Charles Aldenburg Bentinck (1810-1891), brother, of Terrington St Clement in Norfolk, a Justice of the Peace for Devon. In 1849 he married firstly Harriet Fulford (1818-1853), 3rd daughter of Col. Baldwin Fulford (1775–1847), of Great Fulford in the parish of Dunsford (6 miles north of Indio), an officer in the Inniskillen Dragoons and Lieutenant-Colonel of the Devon Militia. In 1850 he rebuilt Indio House, to the design of the Exeter architect David Mackintosh. The resultant house, which survives today, was described by Pevsner as "Austere Tudor relieved by romantic crenellated chimney-stacks". Above the front door is a datestone inscribed "1850" with the initials "CAB", with the arms of Bentinck and the family's motto Craignez Honte ("fear disgrace"). He purchased the lordship of the manor of Bovey Tracey from William Courtenay, Earl of Devon. His first wife died in 1853, aged 35, only 4 years after their marriage, and is commemorated by a mural monument in Bovey Tracey Church. He married secondly to Frances Williams (1816-1904), 2nd daughter of Martin Williams of Bryngwyn, Montgomeryshire, who erected a brass tablet in Bovey Tracey Church to her husband, and is herself similarly commemorated.

====Henry Aldenburg Bentinck (1852-1938)====
Henry Aldenburg Bentinck (1852-1938), 2nd and eldest surviving son, of Indio, a barrister and Justice of the Peace for Devon. In 1890 he married Alma Martha Paget, eldest daughter of Admiral Lord Clarence Edward Paget. In 1912 he installed electric lighting in Bovey Tracey Church, in memory of his parents, as is recorded on a marble wall tablet.

The estate employed twenty staff, including five gardeners.

Following his death in London in 1938, Indio (with Indio Pond) was sold by the Bentinck family in 1939, with 1.5 miles of trout fishing on the River Bovey and 400 acres.
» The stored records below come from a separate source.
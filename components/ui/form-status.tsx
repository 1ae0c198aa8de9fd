import type { ActionResult } from '@/lib/auth/action';

/** The outcome of a form's last submission, announced to screen readers. */
export function FormStatus({ state, id }: { state: ActionResult | null; id?: string }) {
  return (
    <p id={id} aria-live="polite" className={`min-h-6 text-sm font-semibold ${state?.ok ? 'text-moss' : 'text-ember-deep'}`}>
      {state ? (state.ok ? state.message : state.error.message) : ''}
    </p>
  );
}

export function fieldError(state: ActionResult | null, field: string): string | undefined {
  return state && !state.ok ? state.error.fieldErrors?.[field]?.[0] : undefined;
}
Today the house retains only about 25 acres of the original estate. The Indio Pottery (1750 -1836), situated to the east of pre-1850 house, was connected by a leat (c. 1810-11) to the "Pond Garden Pottery" and the Indio Pond or Lakes. Indio Pond is today separately owned.

===Whybrow===
In 1964 Indio was purchased by retired businessman Alfred Edward Whybrow of Woolwich in South London, the son of a boiler-stoker from East London, who had sold his businesses Meadowbank Estates and Castle Sports, a chain of shops with about 15 branches in North London and South Essex. He employed a team of builders who worked on renovations for three years. His grandson, Nicholas Chulapat Nakorn (born 1956), whose father originated in Thailand, is the author of Blood in the River, which relates his experiences growing up as a mixed-race child in rural England, and describes his childhood holidays at Indio. The family sold Indio in 1997.